Finance is also filled with complex math that, when combined with jargon, creates a maelstrom of confusing economics and fund flows.

So, to help you cut through the complexity and jargon, I'm going to walk you through how to calculate what different debt options will REALLY cost you.

Part 2: A Side-By-Side Comparison of Debt Options (and How to Evaluate Them)

Let's start with the most commonly metric as it relates to the "cost" of debt: APR.

APR = Annual Percentage Rate.

APR represents the yearly cost of borrowing money, expressed as a percentage.

Think of it as the price tag on the money you borrow. Whether you're taking out a loan, using a credit card, or financing a car, the APR tells you how much that borrowing will cost you over a year.

Understanding APR is crucial because it affects how much you'll pay in total when you borrow money. A lower APR means you'll pay less in interest and fees, while a higher APR means you'll pay more. It's a key factor to consider when comparing different borrowing options.

OK, now let's look at the factors impacting APR, for the different debt offerings that I discussed in Part 1...

"Cool table Jon. Now show us the math."

Because these debt options don't work in the same ways, we need to calculate what is commonly called an Effective APR to make an apples-to-apple comparison.

To calculate an Effective APR:

  1. Identify all costs: Include interest rates, fees, and any other charges.
  2. Convert to annual terms: For financing options with payments based on revenue or sales, estimate the total cost over a year.
  3. Use an APR calculator: Many online calculators can help you convert different costs into an APR for easy comparison. (I use https://www.calculator.io/apr-calculator/)

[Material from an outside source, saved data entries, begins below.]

/* witness-options.h - --witness: other instruments on the same Sun, read and compared. */
#pragma once

#include <gio/gio.h>
#include "data/comparison.h"
#include "data/settings.h"
#include "search/dip.h"

typedef struct
{
  char **files; /* --witness FILE, up to ANT_MOST_WITNESSES times */
} AntWitnessOptions;

void ant_witness_options_add (GOptionContext *context, AntWitnessOptions *options);
void ant_witness_options_clear (AntWitnessOptions *options);
/* "witness-1.csv" ... for those that were asked for. Caller g_strfreevs. */
char **ant_witness_options_names (const AntWitnessOptions *options);
/* An array of AntComparison, empty without --witness. NULL with one sentence. */
GPtrArray *ant_witness_options_open (const AntWitnessOptions *options, AntRecord *record, const AntSettings *settings,
                                     GCancellable *cancellable, GError **error);
/* What each witness shows of a dip of the record, for people, on standard output. */
void ant_witness_options_print_dip (const GPtrArray *comparisons, const AntSettings *settings, const AntDip *dip);
/* What the comparisons came to, likewise. */
void ant_witness_options_print (const GPtrArray *comparisons);
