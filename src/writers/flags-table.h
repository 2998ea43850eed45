/* flags-table.h - flags.csv: every row of a record that is flagged, and why. data/exclusions.h reads it back. */
#pragma once

#include "data/record.h"

/* Header ANT_FLAGS_HEADER: line or row number in the file, the row's stamp as the record writes it (empty where it
 * cannot be read), flag names joined by "|". Rows that are not listed are used.
 * flags [n_rows]: the record's own, or those with a scan's spikes. Caller frees. */
GString *ant_flags_table_text (const AntRecord *record, const guint16 *flags);
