/* answers.c - answers questions about numbers, one a line on standard input, with the program's own functions: the scripts
 * beside it hold the answers against general libraries. Doubles are written so that they read back to the bit.
 *
 *   robust Q VALUES...                    median, 1.4826 MAD, quantile Q, biweight location (6), scale (9), midvariance (9)
 *   spectrum STEP VALUES...               bins_per_octave 6: frequency, power, independent ordinates of every bin
 *   convert FROM TO JD1 JD2               the instant in another scale, two numbers
 *   calendar SCALE Y M D H MIN S          its JD, two numbers
 *   number TEXT                           its value and how many characters it took; "none"
 *   record PATH HDU VALUE                 scale and JD (two numbers) of time 0, then elapsed days and value of every row;
 *                                         "-" for what the reader is to find
 *   gls WHITE STEP PARTS (KIND RMS TIME QUALITY)... FIRST LENGTH VALUES...
 *                                         box of unit depth at FIRST: energy, moment; ln likelihood of the values
 *   train N PERIOD MID DURATION (PLACE VALUE ERROR)...
 *                                         a train of boxes on N places in white noise: depth, its error, SNR
 */
#include <math.h>
#include <stdio.h>
#include <stdlib.h>
#include <string.h>
#include "core/robust.h"
#include "noise/spectrum.h"
#include "noise/whitener.h"
#include "readers/number-cursor.h"
#include "search/repeat-train.h"
#include "readers/reader.h"
#include "sky/time-scale.h"

static char *cursor; /* in the line that is being answered */

static const char *
next_word (void)
{
  char *word = strtok_r (NULL, " \n", &cursor);
  return word ? word : "";
}

static double
next_number (void)
{
  return strtod (next_word (), NULL);
}

/* The rest of the line as numbers. */
static double *
rest (size_t *n)
{
  size_t room = 16;
  double *value = malloc (room * sizeof *value);
  *n = 0;
  for (const char *word = next_word (); *word; word = next_word ())
    {
      if (*n == room)
        value = realloc (value, (room *= 2) * sizeof *value);
      value[(*n)++] = strtod (word, NULL);
    }
  return value;
}

static AntSeries
as_series (double step_d, size_t n, const double *value)
{
  float *ppm = malloc (n * sizeof *ppm);
  for (size_t i = 0; i < n; i++)
    ppm[i] = (float) value[i];
  return (AntSeries){ .n = n, .step_d = step_d, .value_ppm = ppm };
}

static void
answer_robust (void)
{
  size_t n;
  double q = next_number (), *value = rest (&n), *work = malloc ((n + 1) * sizeof *work);
  printf ("%.17g %.17g %.17g", ant_median (n, value, work), ant_mad_sigma (n, value, work), ant_quantile (n, value, q, work));
  printf (" %.17g %.17g %.17g\n", ant_biweight_location (n, value, 6, work), ant_biweight_scale (n, value, 9, work),
          ant_biweight_midvariance (n, value, 9, work));
  free (value);
  free (work);
}

static void
answer_spectrum (void)
{
  size_t n;
  double step_d = next_number (), *value = rest (&n);
  AntSeries series = as_series (step_d, n, value);
  AntSpectrum *spectrum = ant_spectrum_new (&series, 6, NULL);
  for (size_t b = 0; spectrum && b < ant_spectrum_bins (spectrum); b++)
    printf ("%s%.17g %.17g %.17g", b ? " " : "", ant_spectrum_frequency_cd (spectrum)[b], ant_spectrum_power (spectrum)[b],
            ant_spectrum_ordinates (spectrum)[b]);
  printf ("\n");
  ant_spectrum_free (spectrum);
  free ((void *) (size_t) series.value_ppm);
  free (value);
}

static void
answer_convert (void)
{
  AntTimeScale from = ant_time_scale_from_name (next_word ()), to = ant_time_scale_from_name (next_word ());
  double jd1 = next_number (), jd2 = next_number (), out1, out2;
  if (ant_time_convert (from, jd1, jd2, to, &out1, &out2))
    printf ("refused\n");
  else
    printf ("%.17g %.17g\n", out1, out2);
}

static void
answer_calendar (void)
{
  AntTimeScale scale = ant_time_scale_from_name (next_word ());
  int field[5];
  double jd1, jd2;
  for (int i = 0; i < 5; i++)
    field[i] = (int) next_number ();
  double second = next_number ();
  if (ant_time_from_calendar (scale, field[0], field[1], field[2], field[3], field[4], second, &jd1, &jd2))
    printf ("refused\n");
  else
    printf ("%.17g %.17g\n", jd1, jd2);
}

static void
answer_number (void)
{
  char text[2000];
  double value;
  snprintf (text, sizeof text, "%s\n", next_word ());
  const char *end = ant_number_read (text, &value);
  if (end)
    printf ("%a %d\n", value, (int) (end - text));
  else
    printf ("none\n");
}

static void
answer_gls (void)
{
  AntNoiseModel model = { .error_scale = 1 };
  model.white_ppm = next_number ();
  double step_d = next_number (), energy[ANT_LANES], moment[ANT_LANES], weight[ANT_LANES], likelihood;
  model.n_parts = (size_t) next_number ();
  for (size_t i = 0; i < model.n_parts; i++)
    {
      model.part[i].kind = strcmp (next_word (), "oscillator") ? ANT_EXPONENTIAL : ANT_OSCILLATOR;
      model.part[i].rms_ppm = next_number ();
      model.part[i].time_d = next_number ();
      model.part[i].quality = next_number ();
    }
  ptrdiff_t first = (ptrdiff_t) next_number ();
  size_t length = (size_t) next_number (), n;
  double *value = rest (&n), *z = malloc (n * sizeof *z), *box = malloc (length * ANT_LANES * sizeof *box);
  AntSeries series = as_series (step_d, n, value);
  AntStatus status;
  AntWhitener *whitener = ant_whitener_new (&model, &series, &status);
  for (size_t j = 0; j < length * ANT_LANES; j++)
    box[j] = -1;
  if (whitener && !ant_whitener_solve (whitener, series.value_ppm, z) && !ant_noise_log_likelihood (&model, &series, &likelihood))
    {
      ant_whitener_energies (whitener, z, first, length, box, energy, moment, weight);
      printf ("%.17g %.17g %.17g\n", energy[0], moment[0], likelihood);
    }
  else
    printf ("refused\n");
  ant_whitener_free (whitener);
  free ((void *) (size_t) series.value_ppm);
  free (value);
  free (z);
  free (box);
}

static void
answer_record (void)
{
  AntReadingChoices choices = { 0 };
  const char *path = next_word (), *hdu = next_word (), *value = next_word ();
  if (strcmp (hdu, "-"))
    choices.hdu = g_strdup (hdu);
  if (strcmp (value, "-"))
    choices.value_column = g_strdup (value);
  AntRecord *record = ant_reader_open (path, &choices, NULL, NULL);
  if (record)
    printf ("%s %.17g %.17g", ant_time_scale_name (record->time.scale), record->time.origin_jd1, record->time.origin_jd2);
  else
    printf ("refused");
  for (gsize i = 0; record && i < record->n_rows; i++)
    printf (" %.17g %.17g", record->time_d[i], record->value[i]);
  printf ("\n");
  ant_record_unref (record);
  ant_reading_choices_clear (&choices);
}

static void
answer_train (void)
{
  size_t n = (size_t) next_number (), count;
  double period = next_number (), mid = next_number (), duration = next_number (), *value = rest (&count);
  AntTrainTrial trial = { .period = period, .mid = mid, .duration = duration };
  float *ppm = malloc (n * sizeof *ppm);
  double *weight = calloc (n, sizeof *weight);
  for (size_t i = 0; i < n; i++)
    ppm[i] = NAN;
  for (size_t k = 0; k + 2 < count; k += 3)
    {
      ppm[(size_t) value[k]] = (float) value[k + 1];
      weight[(size_t) value[k]] = 1 / (value[k + 2] * value[k + 2]);
    }
  AntSeries series = { .n = n, .step_d = 1, .value_ppm = ppm };
  AntRepeatBox box;
  AntTrainSums sums;
  if (ant_repeat_box_init (&box, &series, weight))
    printf ("none\n");
  else
    {
      AntRepeatTrain train = { .box = &box, .n = n };
      ant_repeat_train_sums (&train, &trial, &sums);
      printf ("%.17g %.17g %.17g\n", sums.depth, sums.depth / sums.snr, sums.snr);
      ant_repeat_box_clear (&box);
    }
  free (ppm);
  free (weight);
  free (value);
}

int
main (void)
{
  static const struct
  {
    const char *word;
    void (*answer) (void);
  } questions[] = { { "robust", answer_robust },     { "spectrum", answer_spectrum }, { "convert", answer_convert },
                    { "calendar", answer_calendar }, { "number", answer_number },     { "gls", answer_gls },
                    { "record", answer_record },     { "train", answer_train } };
  char *line = NULL;
  size_t room = 0;
  while (getline (&line, &room, stdin) > 0)
    {
      const char *word = strtok_r (line, " \n", &cursor);
      size_t i = 0, n = sizeof questions / sizeof *questions;
      while (i < n && (!word || strcmp (questions[i].word, word)))
        i++;
      if (i == n)
        return 2;
      questions[i].answer ();
    }
  free (line);
  return 0;
}
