/* output-dir.h - a directory of results that appears whole or not at all.
 *
 * Each result is a whole file (writers/whole-file.h); ant_output_dir_commit brings all of them to their places. Whatever
 * was not committed is removed when the directory is closed, and so are directories made for it. Errors (ANT_ERROR_WRITE)
 * name the file and the reason. One thread at a time. */
#pragma once

#include <glib.h>

typedef struct _AntOutputDir AntOutputDir;

/* Make the directory, with its parents, and try that its results can be written there, so that a long scan does not find
 * out at its end. `names` (NULL-terminated) are the results this run may write: without `replace` none may exist yet. */
AntOutputDir *ant_output_dir_open (const char *path, const char *const *names, gboolean replace, GError **error);
/* Write one result to its draft. A name is added once. */
gboolean ant_output_dir_add (AntOutputDir *dir, const char *name, const char *text, gsize length, GError **error);
gboolean ant_output_dir_commit (AntOutputDir *dir, GError **error);
void ant_output_dir_close (AntOutputDir *dir); /* NULL is fine */
G_DEFINE_AUTOPTR_CLEANUP_FUNC (AntOutputDir, ant_output_dir_close)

If you learn by seeing actual examples...good news! I have one for you.

Here's the example that we're going to work through:

  • The prospective borrower is an eCommerce business only and does not have Purchase Orders from retailers to finance.
  • The prospective borrower does not have receivables (invoices) from other retailers to factor.

These assumptions leave us with analyzing the APRs for:

  1. LOC
  2. Term Loan
  3. Revenue Based Financing
  4. Merchant Cash Advance

Line of Credit

Terms:

  • Offered: $250,000
  • Rate: Wall Street Journal (WSJ) Prime + 7%
  • WSJ Prime (assumed): 8.50%
  • Average Outstanding Balance: $50,000

Calculation:

  • APR = WSJ Prime + 7%
  • APR = 8.5% + 7% = 15.5%
  • Since there are no additional fees and the outstanding balance remains constant, the APR is simply the interest rate.

APR for Line of Credit: 15.5%

Term Loan

Terms:

  • Loan Amount: $250,000
  • Upfront Fee: 6%
  • Repayment: Equal payments every 2 weeks for 1 year

Calculation:

  • Upfront Fee: $250,000 * 6% = $15,000
  • Total Amount to Repay: $250,000 + $15,000 = $265,000
  • Number of Payments: 26 (52 weeks / 2)
  • Bi-weekly Payment: $265,000 / 26 = $10,192.31

However, since the loan is being paid down over time we need to use the average loan balance to calculate the APR. The loan is being paid down in 26 equal payments. We can use the midpoint of the loan or $125,000.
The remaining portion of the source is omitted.